Outside the GMI, Anglo American Platinum last spring launched a prototype underground locomotive powered by fuel cells at its mines in South Africa.
The Clean Mining Alliance is on a similar track, Kachan says, aiming to promote “radical” solutions generated by its members to an industry “waiting to be revolutionized by clean technology.”
Solutions by alliance members include:
• American Manganese, a venture company based in British Columbia, says its refining process uses only 6 per cent of the energy of conventional high-temperature roasting. That will let it produce electrolytic manganese – essential for lithium-ion batteries and specialty steel – from low-grade ore at an Arizona property more cheaply than the high-grade resources in the dominant producer, China. The company also plans to generate power with heat energy from production of sulphur dioxide.
• Nevada Clean Magnesium, another B.C. junior, plans a Nevada mine that, to keep greenhouse gas emissions low, will recover energy from waste heat sources; use a technology that purifies carbon dioxide so it can be sequestered in abandoned oil wells; and provide slag to a cement producer to halve its energy consumption.
• Kemetco Research, a services company, is working on using bacteria to capture gold from ore without cyanide, and to stop acid rock drainage.
Outside the alliance, Toronto-based BacTech has a bacteria-based technique to clean up wastes at old mine sites. Its first commercial-scale project is near Snow Lake, Man., where a former gold mine left tailings that contain cyanide – and gold.
The company aims to detoxify the wastes and harvest gold in about a year, says president and chief executive Ross Orr.

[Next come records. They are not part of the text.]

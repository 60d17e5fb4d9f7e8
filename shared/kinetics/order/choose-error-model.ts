import type { ErrorModel } from '../types.ts';
import type { RateLawFit } from './fit-rate-law.ts';

/**
 * Chooses between constant and proportional measurement error from the data, by comparing the
 * likelihood of the same rate law fitted under each.
 *
 * Why: with constant error (an HPLC assay with a fixed SD) the unweighted fit is right; with a constant
 * coefficient of variation (e.g. a concentration spanning decades) late, small values are measured more
 * precisely and should count more. The choice changes the estimates and, at high conversion, which order
 * fits best, so it is made from the data and stated.
 *
 * Rule (stated in the method statement): fit the best integer-order law under constant error and the
 * same law under proportional error (log scale). Both log-likelihoods are on the original scale of the
 * values (the log-scale fit carries the Jacobian −Σ ln yᵢ) and both models have the same number of
 * parameters, so their difference is a likelihood ratio. Proportional is chosen only when it is higher by at
 * least `PROPORTIONAL_LOG_LIKELIHOOD_GAIN` (a likelihood ratio of e² ≈ 7.4); otherwise the conventional
 * unweighted fit is kept. When the values span little, the two models are nearly the same and the
 * unweighted fit is kept.
 *
 * Reference: constant-CV error → log scale or weights 1/ŷ² (standard weighting theory, from memory; see
 * docs/methods.md#error-model); comparing error models by likelihood on a common scale, Burnham &
 * Anderson (2002) §6.7 (from memory).
 *
 * Throws nothing.
 *
 * Example: a constant-error fit with log-likelihood −20 and a proportional one with −17 choose
 * 'proportional' (gain 3 ≥ 2); −20 against −19 keep 'constant'.
 */

export const PROPORTIONAL_LOG_LIKELIHOOD_GAIN = 2;

export interface ErrorModelChoice {
  errorModel: ErrorModel;
  source: 'data' | 'caller';
  /** Log-likelihoods on the original scale of the compared fits (null when not compared). */
  logLikelihoodConstant: number | null;
  logLikelihoodProportional: number | null;
  reason: string;
}

export function chooseErrorModel(
  constantFit: RateLawFit,
  proportionalFit: RateLawFit | null,
): ErrorModelChoice {
  if (proportionalFit === null) {
    return {
      errorModel: 'constant',
      source: 'data',
      logLikelihoodConstant: constantFit.logLikelihood,
      logLikelihoodProportional: null,
      reason: 'the proportional (log-scale) fit is not available, so the unweighted fit is used',
    };
  }
  const gain = proportionalFit.logLikelihood - constantFit.logLikelihood;
  const proportional = gain >= PROPORTIONAL_LOG_LIKELIHOOD_GAIN;
  return {
    errorModel: proportional ? 'proportional' : 'constant',
    source: 'data',
    logLikelihoodConstant: constantFit.logLikelihood,
    logLikelihoodProportional: proportionalFit.logLikelihood,
    reason: proportional
      ? `a constant relative error fits better by ${gain.toFixed(1)} log-likelihood units (at least ${PROPORTIONAL_LOG_LIKELIHOOD_GAIN} needed)`
      : `a constant relative error does not fit better by at least ${PROPORTIONAL_LOG_LIKELIHOOD_GAIN} log-likelihood units (difference ${gain.toFixed(1)}), so the unweighted fit is used`,
  };
}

BacTech will pay for the cleanup and keep the gold – a profitable trade-off at current prices, he says.
Mines use billions of litres of water annually to extract ore from rock, cool machinery and suppress dust. Spills and tailings frequently pollute lakes and streams.

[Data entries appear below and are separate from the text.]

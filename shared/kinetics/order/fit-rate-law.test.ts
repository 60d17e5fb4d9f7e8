import { describe, expect, it } from 'vitest';
import { KineticsError } from '../numeric/kinetics-error.ts';
import { levenbergMarquardt } from '../numeric/levenberg-marquardt.ts';
import { fitRateLaw, ORDER_SEARCH_RANGE } from './fit-rate-law.ts';

// N2O5 in CCl4 at 45 °C (Eyring & Daniels, JACS 52 (1930) 1473, via physical-chemistry texts; from memory).
const n2o5 = {
  times: [0, 184, 319, 526, 867, 1198, 1877, 2315, 3144],
  values: [2.33, 2.08, 1.91, 1.67, 1.36, 1.11, 0.72, 0.55, 0.34],
};
// NO2 → NO + ½O2 at 300 °C (Brown, LeMay, Bursten, Chemistry: The Central Science, from memory).
const no2 = { times: [0, 50, 100, 200, 300], values: [0.01, 0.00787, 0.00649, 0.00481, 0.0038] };

const relative = (value: number, reference: number) => Math.abs(value / reference - 1);

const codeOf = (action: () => unknown): string | undefined => {
  try {
    action();
  } catch (error) {
    return error instanceof KineticsError ? error.code : 'not a KineticsError';
  }
  return undefined;
};

describe('fitRateLaw against published worked examples', () => {
  it('N2O5 first-order NLS: k = 6.213e-4 /s (se 2.57e-6), C0 = 2.328 (Eyring & Daniels 1930 N2O5 data (from memory), NLS values computed with scipy)', () => {
    const fit = fitRateLaw(1, n2o5.times, n2o5.values, 'constant', { initialValue: 2.3, rateConstant: 6e-4 });
    expect(fit.converged).toBe(true);
    expect(relative(fit.rateConstant, 6.213e-4)).toBeLessThan(5e-4);
    expect(relative(fit.standardErrors![1]!, 2.57e-6)).toBeLessThan(5e-3);
    expect(relative(fit.initialValue, 2.328)).toBeLessThan(5e-4);
    // Published textbook value k ≈ 6.2e-4 /s (Laidler & Meiser; Atkins; from memory).
    expect(fit.rateConstant).toBeCloseTo(6.2e-4, 5);
  });

  it('NO2 second-order NLS: k = 0.5414 M⁻¹s⁻¹ (se 0.0011), C0 = 0.01000 M (Brown et al., Chemistry: The Central Science, NO2 sample exercise (from memory)); textbook k = 0.543 (from memory)', () => {
    const fit = fitRateLaw(2, no2.times, no2.values, 'constant', { initialValue: 0.01, rateConstant: 0.5 });
    expect(relative(fit.rateConstant, 0.5414)).toBeLessThan(5e-4);
    expect(relative(fit.standardErrors![1]!, 0.0011)).toBeLessThan(0.05);
    expect(relative(fit.initialValue, 0.01)).toBeLessThan(5e-4);
    expect(Math.abs(fit.rateConstant - 0.543)).toBeLessThan(0.003);
  });
});

describe('fitRateLaw against the same solver on independently written laws (numeric core, MINPACK lmder port)', () => {
  // The reference: the laws written out here, in (C0, k, n), with a central-difference Jacobian — no code
  // shared with fitRateLaw's model, derivatives or free-order parametrisation. Measured agreement (engine
  // 0.2.0): RSS to 6e-14, parameters to 6e-12, standard errors to 1e-9 (the free order's, limited by the
  // differenced Jacobian); engine 0.1.0 reached only 7e-7 in the parameters.
  it('gives the same parameters and standard errors for orders 0, 1, 2 and the free order on N2O5', () => {
    const laws = {
      0: (p: readonly number[], t: number) => Math.max(0, p[0]! - p[1]! * t),
      1: (p: readonly number[], t: number) => p[0]! * Math.exp(-p[1]! * t),
      2: (p: readonly number[], t: number) => p[0]! / (1 + p[1]! * p[0]! * t),
      n: (p: readonly number[], t: number) =>
        (p[0]! ** (1 - p[2]!) + (p[2]! - 1) * p[1]! * t) ** (1 / (1 - p[2]!)),
    };
    const starts = { 0: [2.1, 6e-4], 1: [2.3, 6e-4], 2: [2.4, 4e-4], n: [2.33, 6.2e-4, 1.1] };
    for (const model of [0, 1, 2, 'n'] as const) {
      const start = starts[model];
      const ours = fitRateLaw(model, n2o5.times, n2o5.values, 'constant', {
        initialValue: start[0]!,
        rateConstant: start[1]!,
        ...(model === 'n' ? { n: start[2]! } : {}),
      });
      const reference = levenbergMarquardt({
        model: laws[model],
        x: n2o5.times,
        y: n2o5.values,
        initial: start,
      });
      expect(reference.converged).toBe(true);
      expect(relative(ours.residualSumOfSquares, reference.residualSumOfSquares)).toBeLessThan(1e-12);
      reference.parameters.forEach((value, index) => {
        const mine = [ours.initialValue, ours.rateConstant, ours.n][index]!;
        expect(relative(mine, value)).toBeLessThan(1e-10);
        expect(relative(ours.standardErrors![index]!, reference.standardErrors[index]!)).toBeLessThan(1e-8);
      });
    }
  });
});

describe('fitRateLaw error models and the free order', () => {
  it('proportional error fits ln C: on exact first-order data it returns the exact law and the log-scale likelihood', () => {
    const times = [0, 1, 2, 3, 4];
    const values = times.map((t) => 100 * Math.exp(-0.3 * t) * (1 + 0.01 * Math.sin(7 * t)));
    const fit = fitRateLaw(1, times, values, 'proportional', { initialValue: 90, rateConstant: 0.2 });
    // For order 1 the log-scale fit is the straight line ln C = ln C0 − k t (OpenStax Chemistry 2e §12.4).
    const logs = values.map(Math.log);
    const meanT = 2;
    const meanL = logs.reduce((a, b) => a + b) / 5;
    const slope = times.reduce((s, t, i) => s + (t - meanT) * (logs[i]! - meanL), 0) / 10;
    const intercept = meanL - slope * meanT;
    // The fit converges to the optimum to rounding (measured: within 4e-14 and 3e-13 standard errors).
    expect(Math.abs(fit.rateConstant + slope)).toBeLessThan(1e-10 * fit.standardErrors![1]!);
    expect(Math.abs(Math.log(fit.initialValue) - intercept)).toBeLessThan(
      1e-10 * (fit.standardErrors![0]! / fit.initialValue),
    );
    // Log-likelihood on the original scale: −N/2·(ln(2π·RSS/N) + 1) − Σ ln y (lognormal density).
    const rss = logs.reduce((s, l, i) => s + (l - intercept - slope * times[i]!) ** 2, 0);
    const expected = -2.5 * (Math.log((2 * Math.PI * rss) / 5) + 1) - logs.reduce((a, b) => a + b);
    expect(fit.logLikelihood).toBeCloseTo(expected, 6);
  });

  it('recovers n = 1.5 from noise-free order-1.5 data (the law of integrated rate laws, OpenStax Chemistry 2e §12.4)', () => {
    const times = Array.from({ length: 10 }, (_, i) => i * 2);
    const values = times.map((t) => (100 ** -0.5 + 0.5 * 0.004 * t) ** -2);
    const fit = fitRateLaw('n', times, values, 'constant', { initialValue: 95, rateConstant: 0.04, n: 1 });
    expect(fit.n).toBeCloseTo(1.5, 6);
    expect(fit.rateConstant).toBeCloseTo(0.004, 8);
    expect(fit.converged).toBe(true);
  });

  it('stops at the search limit, and says so, when the data cannot determine n', () => {
    const times = [0, 1, 2, 3, 4, 5];
    const values = [100, 99.5, 99.4, 98.2, 98.4, 97.1];
    const fit = fitRateLaw('n', times, values, 'constant', { initialValue: 100, rateConstant: 0.005, n: 1 });
    if (fit.atSearchLimit) {
      expect([ORDER_SEARCH_RANGE[0], ORDER_SEARCH_RANGE[1]]).toContain(fit.n);
      expect(fit.reason).toMatch(/do not determine the order/);
    } else {
      expect(fit.n).toBeGreaterThan(ORDER_SEARCH_RANGE[0]);
      expect(fit.n).toBeLessThan(ORDER_SEARCH_RANGE[1]);
    }
    expect(Number.isFinite(fit.residualSumOfSquares)).toBe(true);
  });
});

describe('fitRateLaw degenerate cases', () => {
  it('too few points for the parameters: KineticsError too-few-points', () => {
    expect(
      codeOf(() => fitRateLaw(1, [0, 1], [10, 5], 'constant', { initialValue: 10, rateConstant: 1 })),
    ).toBe('too-few-points');
    expect(
      codeOf(() =>
        fitRateLaw('n', [0, 1, 2], [10, 5, 2], 'constant', { initialValue: 10, rateConstant: 1, n: 1 }),
      ),
    ).toBe('too-few-points');
  });

  it('proportional error with a non-positive value: KineticsError non-positive-value', () => {
    expect(
      codeOf(() =>
        fitRateLaw(0, [0, 1, 2], [10, 5, 0], 'proportional', { initialValue: 10, rateConstant: 5 }),
      ),
    ).toBe('non-positive-value');
  });

  it('an infeasible start (a second-order rise past its singularity) is repaired by shrinking k', () => {
    const fit = fitRateLaw(2, [0, 1, 2, 3], [10, 11, 12.5, 14], 'constant', {
      initialValue: 10,
      rateConstant: -1,
    });
    expect(Number.isFinite(fit.residualSumOfSquares)).toBe(true);
    expect(fit.rateConstant).toBeLessThan(0);
  });
});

Barrick is among the companies aiming to reduce water intake through greater recycling, including treated wastewater, and the use of saline sources. At a mine in Chile, it’s using earthworms and bacteria to purify wastewater to a quality that’s safe for irrigation of food crops.

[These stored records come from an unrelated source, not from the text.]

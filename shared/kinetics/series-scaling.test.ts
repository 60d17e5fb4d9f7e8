// Issue 12 §6: values from 1e-300 to 1e300 and times up to 1e300 give the same relative results
// as the same data near unit scale, or a clear refusal. The expectation is a property of the
// rate laws themselves, not an outside number: with C = s_C·c and t = s_t·τ, −dC/dt = k·Cⁿ gives
// k = κ·s_C^(1−n)/s_t, C0 = s_C·c0, every time ×s_t, every value ×s_C and AICc differences
// unchanged. Negative values: the first- and second-order laws cannot produce them (Atkins &
// de Paula, Physical Chemistry, 9th ed., §21.3). Invented data.
import { describe, expect, it } from 'vitest';
import { analyseDataset } from './analyse-dataset.ts';
import { analyseSeries } from './analyse-series.ts';
import { KineticsError } from './numeric/kinetics-error.ts';
import type { SeriesAnalysis, SeriesOptions } from './series-analysis.ts';
import { isUnitScaling, seriesScaling } from './series-scaling.ts';
import type { Series } from './types.ts';

const RELATIVE = 1e-9;
const NOISE = [0.004, -0.003, 0.0035, -0.004, 0.002, -0.0015, 0.003, -0.002, 0.001];
const MONTHS = [0, 1, 2, 3, 6, 9, 12, 18, 24];

/** First-order loss, k = 0.08 per month (85 % reacted at 24 months), with 0.4 % scatter. */
function series(valueScale: number, timeScale: number, id = 'VZ-001'): Series {
  return {
    id,
    timeUnit: 'month',
    valueUnit: 'mg/mL',
    temperatureC: 25,
    observations: MONTHS.map((month, i) => ({
      time: month * timeScale,
      value: 100 * Math.exp(-0.08 * month) * (1 + NOISE[i]!) * valueScale,
    })),
  };
}
const options = (valueScale: number, timeScale: number): SeriesOptions => ({
  lowerLimit: 50 * valueScale,
  predictAt: [6 * timeScale, 30 * timeScale],
});

function close(actual: number | null | undefined, expected: number | null | undefined, what: string) {
  expect(actual === null || actual === undefined, `${what} present`).toBe(
    expected === null || expected === undefined,
  );
  if (actual === null || actual === undefined || expected === null || expected === undefined) return;
  const scale = Math.max(Math.abs(expected), Number.MIN_VALUE);
  expect(Math.abs(actual - expected) / scale, `${what}: ${actual} against ${expected}`).toBeLessThanOrEqual(
    RELATIVE,
  );
}
const closePair = (
  actual: [number, number] | null | undefined,
  expected: [number, number] | null,
  factor: number,
  what: string,
) => {
  expect(actual === null || actual === undefined, `${what} present`).toBe(expected === null);
  if (actual && expected) {
    close(actual[0], expected[0] * factor, `${what}[0]`);
    close(actual[1], expected[1] * factor, `${what}[1]`);
  }
};

/** log10 of k's factor for order n; outside ±300 the rate constant cannot be a double. */
const log10RateFactor = (n: number, valueScale: number, timeScale: number) =>
  (1 - n) * Math.log10(valueScale) - Math.log10(timeScale);

function compare(scaled: SeriesAnalysis, unit: SeriesAnalysis, valueScale: number, timeScale: number) {
  expect(scaled.selectedOrder).toBe(unit.selectedOrder);
  expect(scaled.errorModel).toBe(unit.errorModel);
  for (const [index, model] of unit.models.entries()) {
    const other = scaled.models[index]!;
    const n = model.order === 'n' ? (model.n ?? 1) : model.order;
    const exponent = log10RateFactor(n, valueScale, timeScale);
    const magnitude = exponent + Math.log10(Math.abs(model.k ?? 1));
    if (magnitude > -307.6 && magnitude < 308.2 && (magnitude < -307 || magnitude > 308)) continue; // at the edge
    if (magnitude <= -307.6 || magnitude >= 308.2) {
      // A clear refusal: k in these units is no double.
      expect(other.applicable).toBe(false);
      expect(other.reason).toMatch(/outside the range of double precision/);
      continue;
    }
    // 10^exponent in two halves: the factor alone may overflow where k times it does not.
    const scaledRate = (rate: number) => rate * 10 ** (exponent / 2) * 10 ** (exponent / 2);
    close(other.k, scaledRate(model.k ?? Number.NaN), `k of ${model.order}`);
    if (model.order === 'n') {
      // The free order's k interval is no constant multiple (its unit depends on n, so the
      // uncertainty of n enters it); n and its interval are unit-free.
      close(other.n, model.n, 'n');
      closePair(other.nCi95, model.nCi95 ?? null, 1, 'nCi95');
      expect(other.kCi95 === null).toBe(model.kCi95 === null);
    } else {
      const expected =
        model.kCi95 && ([scaledRate(model.kCi95[0]), scaledRate(model.kCi95[1])] as [number, number]);
      closePair(other.kCi95, expected, 1, `kCi95 of ${model.order}`);
    }
    close(other.c0, (model.c0 ?? Number.NaN) * valueScale, `c0 of ${model.order}`);
    closePair(other.c0Ci95, model.c0Ci95, valueScale, `c0Ci95 of ${model.order}`);
    close(other.weight, model.weight, `weight of ${model.order}`);
    closePair(other.halfLife?.ci95, model.halfLife?.ci95 ?? null, timeScale, `half-life of ${model.order}`);
  }
  const lowest = (a: SeriesAnalysis) => Math.min(...a.selection.aicc.filter((v): v is number => v !== null));
  for (const [index, value] of scaled.selection.aicc.entries()) {
    const reference = unit.selection.aicc[index] ?? null;
    if (value === null || reference === null) expect(value).toBe(reference);
    else expect(Math.abs(value - lowest(scaled) - (reference - lowest(unit)))).toBeLessThan(1e-6);
  }
  close(scaled.t90?.estimate, (unit.t90?.estimate ?? Number.NaN) * timeScale, 't90');
  closePair(scaled.t90?.ci95, unit.t90?.ci95 ?? null, timeScale, 't90 interval');
  close(
    scaled.timeToLimit?.lower?.estimate,
    (unit.timeToLimit?.lower?.estimate ?? Number.NaN) * timeScale,
    'time to limit',
  );
  closePair(
    scaled.timeToLimit?.lower?.ci95,
    unit.timeToLimit?.lower?.ci95 ?? null,
    timeScale,
    'time-to-limit interval',
  );
  for (const [index, prediction] of (unit.predictions ?? []).entries()) {
    const other = scaled.predictions![index]!;
    close(other.estimate, (prediction.estimate ?? Number.NaN) * valueScale, 'prediction');
    closePair(other.confidenceInterval, prediction.confidenceInterval, valueScale, 'prediction interval');
  }
  for (const [index, point] of (unit.diagnostics?.points ?? []).entries()) {
    close(scaled.diagnostics!.points[index]!.studentised, point.studentised, 'studentised residual');
  }
  expect(scaled.warnings.map((warning) => warning.code)).toEqual(
    unit.warnings.map((warning) => warning.code),
  );
}

const VALUE_SCALES = [1e-300, 1e-200, 1e-100, 1e-20, 1e20, 1e78, 1e100, 1e154, 1e155, 1e200, 1e300];
const TIME_SCALES = [1, 1e-10, 1e20, 1e100, 1e300];

describe('internal scaling (issue 12 §6)', () => {
  const unit = analyseSeries(series(1, 1), options(1, 1));

  it('the unit-scale series is a clear first-order case with intervals (what the comparison rests on)', () => {
    expect(unit.selectedOrder).toBe(1);
    expect(unit.t90?.ci95).not.toBeNull();
    expect(unit.timeToLimit?.lower?.ci95).not.toBeNull();
  });

  it('gives the same relative results for values 1e-300…1e300 and times up to 1e300, or refuses k that is no double', () => {
    for (const valueScale of VALUE_SCALES) {
      for (const timeScale of TIME_SCALES) {
        const scaled = analyseSeries(series(valueScale, timeScale), options(valueScale, timeScale));
        compare(scaled, unit, valueScale, timeScale);
      }
    }
  });

  it('through analyseDataset: the same series figures and Arrhenius-free result, no crash at 1e155', () => {
    const reference = analyseDataset([series(1, 1)], options(1, 1));
    for (const [valueScale, timeScale] of [
      [1e155, 1],
      [1e-300, 1],
      [1e300, 1],
      [1e78, 1e100],
    ] as const) {
      const result = analyseDataset([series(valueScale, timeScale)], options(valueScale, timeScale));
      expect(result.series[0]!.error).toBeNull();
      compare(result.series[0]!.analysis!, reference.series[0]!.analysis!, valueScale, timeScale);
    }
  });

  it('leaves ordinary data untouched: no scaling inside 2^-32…2^32, a power of two outside', () => {
    const ordinary = series(1, 1);
    const at = (s: Series) =>
      [s.observations.map((o) => o.time), s.observations.map((o) => o.value)] as const;
    expect(isUnitScaling(seriesScaling(...at(ordinary)))).toBe(true);
    const extreme = seriesScaling(...at(series(1e200, 1e300)));
    for (const factor of [extreme.time, extreme.value]) expect(Math.log2(factor) % 1).toBe(0);
    expect(extreme.value).toBeLessThanOrEqual(100.4 * 1e200);
    expect(extreme.value * 2).toBeGreaterThan(100.4 * 1e200);
  });
});

describe('negative values (issue 12 §6)', () => {
  const crossing: Series = {
    id: 'IMP-1',
    timeUnit: 'month',
    valueUnit: 'mg/mL',
    observations: [0, 1, 2, 3, 4, 5, 6].map((time, i) => ({ time, value: 1 - 0.2 * time + NOISE[i]! })),
  };

  it('first, second and free order are not applicable, with the reason naming the point', () => {
    const analysis = analyseSeries(crossing);
    expect(analysis.models[0]!.applicable).toBe(true);
    for (const index of [1, 2, 3]) {
      expect(analysis.models[index]!.applicable).toBe(false);
      expect(analysis.models[index]!.reason).toMatch(
        /cannot produce a negative value, and the point at time 5 has value -0\.0015/,
      );
    }
  });

  it('refuses the series when the analyst fixes first or second order', () => {
    for (const order of [1, 2] as const) {
      expect(() => analyseSeries(crossing, { order })).toThrow(KineticsError);
      expect(() => analyseSeries(crossing, { order })).toThrow(
        /cannot be analysed with the order fixed at \d/,
      );
    }
    const dataset = analyseDataset([crossing], { order: 1 });
    expect(dataset.series[0]!.error?.message).toMatch(/first-order law .* cannot produce a negative value/);
  });
});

The American Manganese project is to include closed-loop techniques that cut water consumption, including filters made of advanced nano-materials that purify water and help to create tailings that, because they’re solid and inert, can be put back underground, eliminating the need for settling ponds and fear of contamination.
In fact, Kachan says, advanced materials “could one day lead to mining projects that produce no greenhouse gas emissions, emit benign tailings and return produced water to the natural habitat as clean, if not cleaner, than it was originally.”
New forms of mining promise to reduce the industry’s impacts. Last year, California-based Simbol Materials began extracting lithium carbonate, used for electric-vehicle batteries, from the hot, mineral-laden brine that bubbles from deep underground to fuel geothermal power plants along the San Andreas Fault. The company aims to supply 20 per cent of the world’s lithium market from this source by the end of the decade, without what it calls “ecologically dubious” mines.
Though mining can never be free of environmental impacts, it has plenty of room for improvement. Still, notes Zinck, the industry is making strides. “Its reputation is not what it should be. It’s not an industry that promotes its success stories … but significant improvements are being realized.”